Your output is to consist only of the line containing "uncorrelated contributing inputs.</summary>" and the lines after it, through the end of the data, reproduced exactly.

=== DATA SHOWN ===

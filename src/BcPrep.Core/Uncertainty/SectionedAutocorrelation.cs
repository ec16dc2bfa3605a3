using System.Runtime.CompilerServices;

namespace BcPrep.Uncertainty;

/// <summary>
/// The lagged products r(k) = Σᵢ dᵢ dᵢ₊ₖ (d = x − mean) for the first L lags only, by sectioned correlation: the window
/// is cut into blocks of L samples, each block's transform at size 2L (zero-padded, so it stays in cache) is taken
/// once, and the spectra are accumulated as C(f) = Σⱼ |Aⱼ(f)|² + (−1)^f Σⱼ A*ⱼ(f) Aⱼ₊₁(f); one inverse transform of C
/// gives r(k), k &lt; L. The second sum is the correlation of block j with the block after it (shifting a block by L
/// at size 2L multiplies its transform by (−1)^f), so every product dᵢdᵢ₊ₖ with k &lt; L is counted once and none
/// wraps around. Cost about n·log₂(2L) instead of the whole window's 2n·log₂(2n), with scratch of order L.
/// Each real sequence of 2L travels as L complex points (even samples real, odd imaginary), as in
/// <see cref="FftAutocorrelation"/>.
/// </summary>
internal static class SectionedAutocorrelation
{
    /// <summary>Writes r(k) for k in [<paramref name="firstLag"/>, <paramref name="blockLength"/>) into <paramref name="sums"/>[k].</summary>
    [MethodImpl(MethodImplOptions.AggressiveOptimization)]
    public static void Compute(ReadOnlySpan<double> samples, double mean, int blockLength, int firstLag, Span<double> sums)
    {
        var n = samples.Length;
        var l = blockLength;
        if (l < 2 || (l & (l - 1)) != 0 || firstLag < 0 || firstLag >= l || sums.Length < l)
        {
            throw new ArgumentException($"Block length {l} must be a power of two ≥ 2 above the first lag {firstLag}, within the output.", nameof(blockLength));
        }
        var re = ThreadScratch.Rent(ScratchSlots.FftReal, l + 1);
        var im = ThreadScratch.Rent(ScratchSlots.FftImaginary, l + 1);
        var previousRe = ThreadScratch.Rent(ScratchSlots.SectionPreviousReal, l + 1);
        var previousIm = ThreadScratch.Rent(ScratchSlots.SectionPreviousImaginary, l + 1);
        var sumRe = ThreadScratch.Rent(ScratchSlots.FftPower, l + 1);
        var sumIm = ThreadScratch.Rent(ScratchSlots.SectionSumImaginary, l + 1);
        Array.Clear(sumRe, 0, l + 1);
        Array.Clear(sumIm, 0, l + 1);
        var twiddles = RadixTwoFft.TwiddlesFor(2 * l);
        var first = true;
        for (var start = 0; start < n; start += l)
        {
            Pack(samples.Slice(start, Math.Min(l, n - start)), mean, re, im, l);
            RadixTwoFft.Transform(re, im, l, inverse: false);
            Unpack(re, im, l, twiddles);
            Accumulate(re, im, previousRe, previousIm, sumRe, sumIm, l, first);
            (re, previousRe) = (previousRe, re);
            (im, previousIm) = (previousIm, im);
            first = false;
        }
        PackHermitian(sumRe, sumIm, re, im, l, twiddles);
        RadixTwoFft.Transform(re, im, l, inverse: true);
        // z = IDFT_L(E + iO) holds L·r(2q) + i·L·r(2q + 1); L is a power of two, so the division is exact.
        var scale = 1.0 / l;
        for (var k = firstLag; k < l; k++)
        {
            sums[k] = ((k & 1) == 0 ? re[k >> 1] : im[k >> 1]) * scale;
        }
    }

    private static void Pack(ReadOnlySpan<double> block, double mean, double[] re, double[] im, int l)
    {
        Array.Clear(re, 0, l);
        Array.Clear(im, 0, l);
        for (var i = 0; i < block.Length; i++)
        {
            if ((i & 1) == 0)
            {
                re[i >> 1] = block[i] - mean;
            }
            else
            {
                im[i >> 1] = block[i] - mean;
            }
        }
    }

    /// <summary>
    /// In place, Z (the L-point transform of the packed block) → X[k], k = 0…L, the 2L-point transform of the block:
    /// X[k] = E[k] + e^(−2πik/2L)·O[k], E = (Z[k] + Z*[L−k])/2, O = (Z[k] − Z*[L−k])/(2i). X[k] and X[L−k] both come
    /// from Z[k] and Z[L−k], so they are written together.
    /// </summary>
    private static void Unpack(double[] re, double[] im, int l, StageTwiddles twiddles)
    {
        var z0Re = re[0];
        var z0Im = im[0];
        // k = 0 and k = L from Z[0] alone: X[0] = Re Z + Im Z, X[L] = Re Z − Im Z.
        re[0] = z0Re + z0Im;
        im[0] = 0.0;
        re[l] = z0Re - z0Im;
        im[l] = 0.0;
        for (var k = 1; k <= l / 2; k++)
        {
            var j = l - k;
            var aRe = re[k];
            var aIm = im[k];
            var bRe = re[j];
            var bIm = im[j];
            var (cosK, sinK) = twiddles.At(k);
            (re[k], im[k]) = Half(aRe, aIm, bRe, bIm, cosK, sinK);
            if (j != k)
            {
                var (cosJ, sinJ) = twiddles.At(j);
                (re[j], im[j]) = Half(bRe, bIm, aRe, aIm, cosJ, sinJ);
            }
        }
    }

    /// <summary>X[k] from Z[k] = a and Z[L−k] = b, with the twiddle cos, sin(2πk/2L).</summary>
    private static (double Re, double Im) Half(double aRe, double aIm, double bRe, double bIm, double c, double s)
    {
        var evenRe = 0.5 * (aRe + bRe);
        var evenIm = 0.5 * (aIm - bIm);
        var oddRe = 0.5 * (aIm + bIm);
        var oddIm = -0.5 * (aRe - bRe);
        return (evenRe + ((c * oddRe) + (s * oddIm)), evenIm + ((c * oddIm) - (s * oddRe)));
    }

    /// <summary>C[k] += |X[k]|² + (−1)^k·X*_previous[k]·X[k], k = 0…L.</summary>
    private static void Accumulate(double[] re, double[] im, double[] previousRe, double[] previousIm, double[] sumRe, double[] sumIm, int l, bool first)
    {
        for (var k = 0; k <= l; k++)
        {
            var xr = re[k];
            var xi = im[k];
            var power = (xr * xr) + (xi * xi);
            if (first)
            {
                sumRe[k] += power;
                continue;
            }
            var pr = previousRe[k];
            var pi = previousIm[k];
            var crossRe = (pr * xr) + (pi * xi);
            var crossIm = (pr * xi) - (pi * xr);
            if ((k & 1) == 0)
            {
                sumRe[k] += power + crossRe;
                sumIm[k] += crossIm;
            }
            else
            {
                sumRe[k] += power - crossRe;
                sumIm[k] -= crossIm;
            }
        }
    }

    /// <summary>
    /// The Hermitian spectrum C[k], k = 0…L, of a real sequence c of 2L, packed for the L-point inverse transform whose
    /// output is c(2q) + i·c(2q + 1) (times L): Z[k] = E[k] + i·O[k] with E = (C[k] + C*[L−k])/2 and
    /// O = (C[k] − C*[L−k])·e^(+2πik/2L)/2.
    /// </summary>
    private static void PackHermitian(double[] sumRe, double[] sumIm, double[] re, double[] im, int l, StageTwiddles twiddles)
    {
        for (var k = 0; k < l; k++)
        {
            var cr = sumRe[k];
            var ci = sumIm[k];
            var dr = sumRe[l - k];
            var di = -sumIm[l - k];
            var evenRe = 0.5 * (cr + dr);
            var evenIm = 0.5 * (ci + di);
            var tr = 0.5 * (cr - dr);
            var ti = 0.5 * (ci - di);
            var (cos, sin) = twiddles.At(k);
            var oddRe = (tr * cos) - (ti * sin);
            var oddIm = (tr * sin) + (ti * cos);
            re[k] = evenRe - oddIm;
            im[k] = evenIm + oddRe;
        }
    }
}
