using System.Globalization;

namespace BcPrep.Uncertainty;

/// <summary>
/// Sensitivity coefficients cᵢⱼ = ∂fᵢ/∂xⱼ of a multi-output model by central differences
/// (f(x + hⱼ) − f(x − hⱼ)) / 2hⱼ.
/// </summary>
/// <remarks>
/// Step rule hⱼ = max(|xⱼ|·1e-6, u(xⱼ)·1e-3), or 1e-6 when both are zero. Why: the central-difference error is
/// truncation ~h²·f‴/6 plus round-off ~ε·|f|/h; with h ≈ 1e-6 of the quantity's own scale both stay near
/// 1e-12 and 1e-10 relative, well under the 1e-8 target (ε^(1/3) ≈ 6e-6 is the textbook optimum). Scaling with
/// |x| alone fails for estimates that are zero (an error term such as δθ = 0), so the step never falls below
/// 1e-3·u, which is also small against the range over which the linearisation is meant to hold (±u). The step
/// is rounded so that x + h is exactly representable ((x + h) − x), removing one round-off source.
/// </remarks>
public static class NumericalJacobian
{
    /// <summary>Relative step factor applied to |x|.</summary>
    public const double RelativeStep = 1e-6;

    /// <summary>Step factor applied to u(x).</summary>
    public const double UncertaintyStep = 1e-3;

    /// <summary>Step used when x and u(x) are both zero.</summary>
    public const double FallbackStep = 1e-6;

    /// <summary>The step hⱼ for an input with estimate x and standard uncertainty u (rule in the remarks).</summary>
    public static double StepFor(double estimate, double standardUncertainty)
    {
        var h = Math.Max(Math.Abs(estimate) * RelativeStep, standardUncertainty * UncertaintyStep);
        if (h == 0.0)
        {
            h = FallbackStep;
        }

        var representable = (estimate + h) - estimate;
        return representable > 0.0 ? representable : h;
    }

    /// <summary>
    /// Evaluates the model at the estimates (returned as <paramref name="outputs"/>) and the m × n Jacobian.
    /// Throws <see cref="BcPrepDataException"/> when the model returns a non-finite value or changes its output length.
    /// </summary>
    public static double[,] Evaluate(
        Func<double[], double[]> model,
        IReadOnlyList<double> estimates,
        IReadOnlyList<double> standardUncertainties,
        out double[] outputs)
    {
        ArgumentNullException.ThrowIfNull(model);
        ArgumentNullException.ThrowIfNull(estimates);
        ArgumentNullException.ThrowIfNull(standardUncertainties);
        var n = estimates.Count;
        var x = estimates.ToArray();
        outputs = CheckedCall(model, x, -1);
        var m = outputs.Length;
        var jacobian = new double[m, n];
        for (var j = 0; j < n; j++)
        {
            var h = StepFor(x[j], standardUncertainties[j]);
            var xj = x[j];
            x[j] = xj + h;
            var plus = CheckedCall(model, x, j);
            x[j] = xj - h;
            var minus = CheckedCall(model, x, j);
            x[j] = xj;
            if (plus.Length != m || minus.Length != m)
            {
                throw new InvalidOperationException("Measurement model changed its number of outputs between evaluations.");
            }

            for (var i = 0; i < m; i++)
            {
                jacobian[i, j] = (plus[i] - minus[i]) / (2.0 * h);
            }
        }

        return jacobian;
    }

    private static double[] CheckedCall(Func<double[], double[]> model, double[] x, int perturbed)
    {
        var y = model((double[])x.Clone());
        if (y is null || y.Length == 0)
        {
            throw new InvalidOperationException("Measurement model returned no outputs.");
        }

        for (var i = 0; i < y.Length; i++)
        {
            if (!double.IsFinite(y[i]))
            {
                var where = perturbed < 0
                    ? "at the input estimates"
                    : string.Create(CultureInfo.InvariantCulture, $"when input {perturbed} was perturbed for its derivative");
                throw new BcPrepDataException(string.Create(CultureInfo.InvariantCulture,
                    $"Measurement model output {i} is {y[i]} {where}."));
            }
        }

        return y;
    }
}
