namespace BcPrep.Uncertainty;

/// <summary>How the effective degrees of freedom of an output were obtained.</summary>
public enum DegreesOfFreedomRule
{
    /// <summary>No input contributes (u_c = 0) or all contributing inputs have ν = +∞: ν_eff = +∞.</summary>
    Infinite,

    /// <summary>Welch–Satterthwaite, GUM G.4.1 eq. G.2b, uncorrelated contributing inputs.</summary>
    WelchSatterthwaite,

    /// <summary>
    /// Contributing inputs are correlated, where Welch–Satterthwaite is not strictly valid. Conservative rule
    /// ("common practice", chosen here): ν_eff = min(ν_WS, smallest ν of the correlated contributing inputs), with
    /// ν_WS computed with the correlated u_c⁴ in the numerator, so that cancelling correlations lower it.
    /// </summary>
    ConservativeCorrelated,
}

===

RESPONSE TO THIS EXERCISE:
    /// <summary>Welch–Satterthwaite, GUM G.4.1 eq. G.2b, uncorrelated contributing inputs.</summary>
    WelchSatterthwaite,

    /// <summary>
    /// Contributing inputs are correlated, where Welch–Satterthwaite is not strictly valid. Conservative rule
    /// ("common practice", chosen here): ν_eff = min(ν_WS, smallest ν of the correlated contributing inputs), with
    /// ν_WS computed with the correlated u_c⁴ in the numerator, so that cancelling correlations lower it.
    /// </summary>
    ConservativeCorrelated,
}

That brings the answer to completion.